Task objective:
For each line in the data that includes "readonly", make a copy.
--- Information ---
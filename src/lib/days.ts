/** Days as the reports use them: today and the bounds of months, as text of year, month and day. */

/** Today of the reader's clock; the server decides what today is in the workshop. */
export function today(): string {
  const now = new Date();
  const two = (n: number) => String(n).padStart(2, '0');
  return `${now.getFullYear()}-${two(now.getMonth() + 1)}-${two(now.getDate())}`;
}

/** The first day of the month that lies so many months before a day. */
export function firstOfMonth(day: string, months_before = 0): string {
  const [year = 0, month = 1] = day.split('-').map((part) => Number.parseInt(part, 10));
  return new Date(Date.UTC(year, month - 1 - months_before, 1)).toISOString().slice(0, 10);
}

const MONTH = new Intl.DateTimeFormat('en-GB', { month: 'short', year: '2-digit', timeZone: 'UTC' });

/** "May 26" of "2026-05". */
export const monthText = (month: string): string => MONTH.format(new Date(`${month}-01T12:00:00Z`));

const SPAN = new Intl.DateTimeFormat('en-GB', {
  day: 'numeric',
  month: 'long',
  year: 'numeric',
  timeZone: 'UTC',
});

/** "1 January 2026". */
export const dateText = (day: string): string => SPAN.format(new Date(`${day}T12:00:00Z`));
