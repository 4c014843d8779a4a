/** A goldsmith's request for metal, and those that still wait. */
import { useState } from 'react';
import { LOT_FORMS } from '../../../shared/book/lot.ts';
import type { MyBenchJson } from '../../../shared/schemas/today.ts';
import { Button } from '../../components/ui/button.tsx';
import { Notice } from '../../components/ui/notice.tsx';
import { SelectField } from '../../components/ui/select-field.tsx';
import { TextField } from '../../components/ui/text-field.tsx';
import { WeightField } from '../../components/ui/weight-field.tsx';
import { orNull, typedGrams } from '../../forms/typed.ts';
import { TypedError } from '../../forms/use-event-form.ts';
import { gramsFigure, words } from '../../lib/formats.ts';
import { useWrite } from '../../queries/writes.ts';

const EMPTY = { alloy: '', form: '', mass: '', job_id: '', note: '' };

export function AskForMetal({ bench }: { readonly bench: MyBenchJson }) {
  const [values, setValues] = useState({ ...EMPTY, place_id: bench.places[0]?.id ?? '' });
  const [error, setError] = useState<string | null>(null);
  const { busy, problem, write } = useWrite();
  const set = (change: Partial<typeof values>) => setValues((before) => ({ ...before, ...change }));
  const ask = async () => {
    setError(null);
    try {
      const body = {
        place_id: values.place_id,
        alloy: orNull(values.alloy),
        form: orNull(values.form),
        mass_g: typedGrams(values.mass, 'mass_g'),
        job_id: orNull(values.job_id),
        note: values.note,
      };
      if (await write('POST', '/metal-requests', body)) set(EMPTY);
    } catch (reason) {
      if (!(reason instanceof TypedError)) throw reason;
      setError(reason.message);
    }
  };
  return (
    <>
      {problem === null ? null : <Notice severity="fault" what={problem} />}
      {bench.requests.map((row) => (
        <Notice
          key={row.id}
          severity="waiting"
          what={`${gramsFigure(row.mass_g)} g of ${row.alloy ?? 'metal'} ${row.form ?? ''} is asked for.`}
          action={
            <Button onPress={() => void write('POST', `/metal-requests/${row.id}/withdraw`, {})}>
              Withdraw it
            </Button>
          }
        >
          {row.job_code === null ? '' : `Job ${row.job_code}.`}
        </Notice>
      ))}
      <div className="fields">
        {bench.places.length < 2 ? null : (
          <SelectField
            label="Bench"
            value={values.place_id}
            onChange={(place_id) => set({ place_id })}
            options={bench.places.map(({ id, name }) => ({ value: id, label: name }))}
          />
        )}
        <SelectField
          label="Alloy"
          none="Any"
          value={values.alloy}
          onChange={(alloy) => set({ alloy })}
          options={bench.alloys.map((name) => ({ value: name, label: name }))}
        />
        <SelectField
          label="Form"
          none="Any"
          value={values.form}
          onChange={(form) => set({ form })}
          options={LOT_FORMS.filter((form) => form !== 'account').map((form) => ({
            value: form,
            label: words(form),
          }))}
        />
        <WeightField label="How much" value={values.mass} onChange={(mass) => set({ mass })} error={error} />
        <SelectField
          label="Job"
          none="Stock work"
          value={values.job_id}
          onChange={(job_id) => set({ job_id })}
          options={bench.jobs.map(({ id, code, title }) => ({ value: id, label: `${code} ${title}` }))}
        />
        <TextField label="Remark" value={values.note} onChange={(note) => set({ note })} />
      </div>
      <p className="mt-4">
        <Button kind="primary" icon="in" busy={busy ? 'Asking …' : false} onPress={() => void ask()}>
          Ask for metal
        </Button>
      </p>
    </>
  );
}
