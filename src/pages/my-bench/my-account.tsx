/** One's own account: theme, handover PIN, password, the workshops that one has a role in, signing out. */
import { useState } from 'react';
import { useTheme } from '../../lib/theme.ts';
import { Button } from '../../components/ui/button.tsx';
import { Choices } from '../../components/ui/choice.tsx';
import { Notice } from '../../components/ui/notice.tsx';
import { Page, Section } from '../../components/ui/page.tsx';
import { TextField } from '../../components/ui/text-field.tsx';
import { useSession, useSignOut } from '../../queries/session.ts';
import { useWrite } from '../../queries/writes.ts';
import { SecondFactor } from './second-factor.tsx';

const THEMES = [
  { value: 'system', label: 'As the system', words: 'Light by day, dark by night, if the device does so.' },
  { value: 'paper', label: 'Paper', words: 'Ink on paper.' },
  { value: 'charcoal', label: 'Charcoal', words: 'For a dim workshop.' },
] as const;

export function MyAccount() {
  const session = useSession();
  const signOut = useSignOut();
  const [theme, setTheme] = useTheme();
  return (
    <Page
      title="My account"
      lede={`${session.person.name}, ${session.person.role} of ${session.workshop.name}`}
      actions={
        <Button icon="out" onPress={() => void signOut()}>
          Sign out
        </Button>
      }
    >
      <Section
        heading="Handover PIN"
        notes={
          <p>With it you take metal over at the counter. After five wrong tries it pauses for 15 minutes.</p>
        }
      >
        <TwoFields
          path="/session/pin"
          first={{ name: 'password', label: 'Your password', type: 'password' }}
          second={{
            name: 'pin',
            label: session.person.has_pin ? 'New PIN' : 'PIN',
            hint: 'Four to eight figures.',
          }}
          act="Set the PIN"
          done="The PIN is set."
        />
      </Section>
      <Section heading="Password" notes={<p>Everybody else who is signed in with it is signed out.</p>}>
        <TwoFields
          path="/session/password"
          first={{ name: 'current', label: 'Password now', type: 'password' }}
          second={{
            name: 'password',
            label: 'New password',
            hint: 'At least 15 characters. Several words in a row are easy to remember.',
          }}
          act="Change the password"
          done="The password is changed."
        />
      </Section>
      <Section
        heading="Second factor"
        notes={
          <p>
            After the password, a code of an authenticator. Whoever learns the password alone can’t sign in.
          </p>
        }
      >
        <SecondFactor />
      </Section>
      <Section heading="Look" notes={<p>Kept on this device.</p>}>
        <Choices legend="Theme" value={theme} onChange={setTheme} choices={THEMES} />
      </Section>
    </Page>
  );
}

interface Asked {
  readonly name: string;
  readonly label: string;
  readonly hint?: string;
  readonly type?: 'password';
}

function TwoFields({
  path,
  first,
  second,
  act,
  done,
}: {
  readonly path: string;
  readonly first: Asked;
  readonly second: Asked;
  readonly act: string;
  readonly done: string;
}) {
  const [values, setValues] = useState<readonly [string, string]>(['', '']);
  const [isDone, setDone] = useState(false);
  const { busy, problem, write } = useWrite();
  return (
    <form
      className="grid max-w-md gap-4"
      onSubmit={(event) => {
        event.preventDefault();
        void write('PUT', path, { [first.name]: values[0], [second.name]: values[1] }).then((ok) => {
          setDone(ok);
          if (ok) setValues(['', '']);
        });
      }}
    >
      {problem === null ? null : <Notice severity="fault" what={problem} />}
      {isDone ? <Notice severity="agreed" what={done} /> : null}
      <TextField
        label={first.label}
        type="password"
        autoComplete="current-password"
        value={values[0]}
        onChange={(text) => setValues([text, values[1]])}
      />
      <TextField
        label={second.label}
        hint={second.hint}
        type="password"
        autoComplete="new-password"
        value={values[1]}
        onChange={(text) => setValues([values[0], text])}
      />
      <Button submit busy={busy ? 'Sending …' : false}>
        {act}
      </Button>
    </form>
  );
}
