/**
 * Losses by operation, bench, person, alloy, job or month: worked, gross loss, what the refiners gave back, net loss,
 * allowance and the word that judges. Told from the records alone.
 */
import { Decimal } from '../../../shared/decimal.ts';
import { judgeLoss } from '../../../shared/loss/judgement.ts';
import { lossPercent } from '../../../shared/loss/allowance.ts';
import { valueOf } from '../../../shared/insurance/valuation.ts';
import { gramsText } from '../../../shared/mass/grams-text.ts';
import { massVector } from '../../../shared/mass/vector.ts';
import type { LossesJson, LossesQuery } from '../../../shared/schemas/reports.ts';
import { lossRow } from '../../../shared/schemas/reports.ts';
import { z } from '../../../shared/schemas/zod.ts';
import type { Tx } from '../../db/rows.ts';
import { asPrices, pricesOn } from '../reads/prices.ts';

export async function readLosses(tx: Tx, query: LossesQuery): Promise<LossesJson> {
  const rows = await tx.rows(lossRow, lossesSql(query), [query.from, query.to]);
  const { currency } = await tx.one(
    z.object({ currency: z.string() }),
    'SELECT currency FROM workshop WHERE workshop_id = current_workshop()',
  );
  const prices = await pricesOn(tx, query.to);
  return {
    metal: query.metal,
    from: query.from,
    to: query.to,
    currency,
    price: prices.find((row) => row.metal === query.metal) ?? null,
    rows: rows.map((row) => {
      const [loss, worked] = [gramsText(row.loss_g), gramsText(row.worked_g)];
      const recovered = row.recovered_g === null ? null : gramsText(row.recovered_g);
      const allowed = row.allowance_g === null ? null : gramsText(row.allowance_g);
      return {
        ...row,
        gross_percent: percent(loss, worked),
        net_percent: recovered === null ? null : percent(loss - recovered, worked),
        finding: judgeLoss(loss, allowed, gramsText(row.limit_of_error_g)),
        value: valueOf(massVector({ [query.metal]: loss }), asPrices(prices))?.toFixed(2) ?? null,
      };
    }),
  };
}

const percent = (part: bigint, whole: bigint): string | null =>
  lossPercent(part, whole)?.toDecimalPlaces(3, Decimal.ROUND_HALF_EVEN).toFixed(3) ?? null;

/** Losses with what was worked and allowed on each weigh-back's paper. Independent limits of error add in squares. */
function lossesSql({ by, metal }: LossesQuery): string {
  const keys = {
    operation: [
      "coalesce(r.operation, '')",
      "coalesce((SELECT a.name FROM account a WHERE a.workshop_id = current_workshop() AND a.kind = 'working_loss' AND a.operation = r.operation), 'none named')",
    ],
    bench: ["coalesce(r.bench::text, '')", "coalesce(b.name, 'none named')"],
    person: ["coalesce(r.person_id::text, '')", "coalesce(p.name, 'none named')"],
    job: ["coalesce(r.job_id::text, '')", "coalesce(j.code || ', ' || j.title, 'stock work')"],
    alloy: ["coalesce(r.alloy, '')", "coalesce(r.alloy, 'of no alloy')"],
    month: ["to_char(r.business_date, 'YYYY-MM')", "to_char(r.business_date, 'YYYY-MM')"],
  } as const;
  const [key, name] = keys[by];
  const recovered =
    by === 'operation' || by === 'month' ? RECOVERED[by].replaceAll('METAL', metal) : 'NULL::text';
  return `SELECT x.*, ${recovered} AS recovered_g FROM (
    SELECT ${key} AS key, ${name} AS name, ${by === 'operation' ? 'max(r.operation)' : 'NULL::text'} AS operation,
      sum(r.vouchers)::text AS vouchers, grams(sum(r.worked)::bigint) AS worked_g, grams(sum(r.loss)::bigint) AS loss_g,
      CASE WHEN count(r.allowance) = 0 THEN NULL ELSE grams(sum(r.allowance)::bigint) END AS allowance_g,
      grams(round(sqrt(greatest(sum(coalesce(r.limit_squared, 0)), 0)))::bigint) AS limit_of_error_g,
      grams(coalesce(sum(r.loss) FILTER (WHERE r.of_before), 0)::bigint) AS corrected_g
    FROM (${WEIGH_BACKS.replaceAll('METAL', metal)}) r
    LEFT JOIN account b ON b.workshop_id = current_workshop() AND b.id = r.bench
    LEFT JOIN person p ON p.workshop_id = current_workshop() AND p.id = r.person_id
    LEFT JOIN job j ON j.workshop_id = current_workshop() AND j.id = r.job_id
    GROUP BY 1, 2 HAVING sum(r.worked) <> 0 OR sum(r.loss) <> 0
  ) x ORDER BY ${by === 'month' ? 'x.key' : 'x.loss_g::numeric DESC'} LIMIT 500`;
}

/**
 * Weigh-backs of the period, and what was corrected or reversed in it: a reversal takes back what its voucher counted,
 * a correction adds its difference; both under the names of the first voucher, in the period of their own date.
 */
const WEIGH_BACKS = `SELECT root.operation, root.bench, root.person_id, root.job_id, r.business_date, l.alloy, way.sign AS vouchers,
    way.sign * ((root.detail->>'worked_METAL_g')::numeric * 1000000)::bigint AS worked,
    CASE WHEN root.detail->>'judged_metal' = 'METAL' THEN nullif(way.sign, 0) * ((root.detail->>'allowance_g')::numeric * 1000000)::bigint END AS allowance,
    CASE WHEN root.detail->>'judged_metal' = 'METAL' THEN way.sign * ((root.detail->>'limit_of_error_g')::numeric * 1000000) ^ 2 END AS limit_squared,
    coalesce(e.METAL_ug, 0) AS loss, root.business_date < $1::date AS of_before
  FROM record r
  LEFT JOIN record first ON first.workshop_id = r.workshop_id AND first.id = coalesce(r.reverses, nullif(r.detail->>'corrects', '')::uuid)
  LEFT JOIN record second ON second.workshop_id = r.workshop_id AND second.id = nullif(first.detail->>'corrects', '')::uuid
  JOIN record root ON root.workshop_id = r.workshop_id AND root.sequence = coalesce(second.sequence, first.sequence, r.sequence)
  CROSS JOIN LATERAL (SELECT CASE WHEN r.kind = 'weigh_back' THEN 1 WHEN r.kind = 'reversal' AND second.id IS NULL THEN -1 ELSE 0 END AS sign) way
  LEFT JOIN LATERAL (
    SELECT sum(e.METAL_ug)::bigint AS METAL_ug, min(e.lot_id::text)::uuid AS lot_id FROM entry e
    JOIN account a ON a.workshop_id = e.workshop_id AND a.id = e.account_id AND a.kind = 'working_loss'
    WHERE e.workshop_id = r.workshop_id AND e.voucher_sequence = r.sequence
  ) e ON true
  LEFT JOIN lot l ON l.workshop_id = r.workshop_id AND l.id = e.lot_id
  WHERE r.workshop_id = current_workshop() AND r.kind IN ('weigh_back', 'correction', 'reversal') AND root.kind = 'weigh_back'
    AND r.business_date BETWEEN $1::date AND $2::date`;

/** What settled sweeps gave back: their estimate, mended by the outturn, once nothing of the lot is left at a place. */
const SETTLED = `FROM entry e JOIN account a ON a.workshop_id = e.workshop_id AND a.id = e.account_id AND a.kind = 'working_loss'
  JOIN record v ON v.workshop_id = e.workshop_id AND v.sequence = e.voucher_sequence AND v.kind IN ('sweep_up', 'outturn')
  WHERE e.workshop_id = current_workshop() AND EXISTS (SELECT 1 FROM entry o JOIN record s ON s.workshop_id = o.workshop_id
    AND s.sequence = o.voucher_sequence AND s.kind = 'outturn' AND s.business_date BETWEEN $1::date AND $2::date
    WHERE o.workshop_id = e.workshop_id AND o.lot_id = e.lot_id)`;

const RECOVERED = {
  operation: `(SELECT grams(coalesce(-sum(e.METAL_ug), 0)::bigint) ${SETTLED} AND a.operation = x.operation)`,
  month: `(SELECT grams(coalesce(-sum(e.METAL_ug), 0)::bigint) ${SETTLED} AND EXISTS (SELECT 1 FROM entry o JOIN record s
    ON s.workshop_id = o.workshop_id AND s.sequence = o.voucher_sequence AND s.kind = 'outturn'
    WHERE o.workshop_id = e.workshop_id AND o.lot_id = e.lot_id AND to_char(s.business_date, 'YYYY-MM') = x.key))`,
} as const;
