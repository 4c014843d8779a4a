/** Dates as people type them, day first: "14 May 2026", "14.5.2026", "14/5/2026", "2026-05-14". */

const MONTHS = ['jan', 'feb', 'mar', 'apr', 'may', 'jun', 'jul', 'aug', 'sep', 'oct', 'nov', 'dec'];

const LONG = new Intl.DateTimeFormat('en-GB', {
  day: 'numeric',
  month: 'long',
  year: 'numeric',
  timeZone: 'UTC',
});

/** The ISO date, or null where it is none: no month 13, no 31 June. */
export function readTypedDate(text: string): string | null {
  const typed = text.trim().toLowerCase().replace(',', '');
  const iso = /^(\d{4})-(\d{2})-(\d{2})$/.exec(typed);
  if (iso !== null) return existing(iso[1], iso[2], iso[3]);
  const figures = /^(\d{1,2})[./ -](\d{1,2})[./ -](\d{4})$/.exec(typed);
  if (figures !== null) return existing(figures[3], figures[2], figures[1]);
  const words = /^(?:[a-z]+ )?(\d{1,2}) ([a-z]{3,9}) (\d{4})$/.exec(typed);
  if (words === null) return null;
  const month = MONTHS.indexOf(words[2]?.slice(0, 3) ?? '') + 1;
  return month === 0 ? null : existing(words[3], month.toString(), words[1]);
}

function existing(year = '', month = '', day = ''): string | null {
  const iso = `${year}-${month.padStart(2, '0')}-${day.padStart(2, '0')}`;
  const date = new Date(`${iso}T00:00:00Z`);
  return !Number.isNaN(date.getTime()) && date.toISOString().startsWith(iso) ? iso : null;
}

/** "14 May 2026" of an ISO date; anything else as it is. */
export function writtenDate(iso: string): string {
  return readTypedDate(iso) === iso ? LONG.format(new Date(`${iso}T00:00:00Z`)) : iso;
}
---
Output of the exercise:
export function AskForMetal({ bench }: { readonly bench: MyBenchJson }) {
  readonly name: string;
  readonly label: string;
  readonly hint?: string;
  readonly type?: 'password';
  readonly path: string;
  readonly first: Asked;
  readonly second: Asked;
  readonly act: string;
  readonly done: string;
  const [values, setValues] = useState<readonly [string, string]>(['', '']);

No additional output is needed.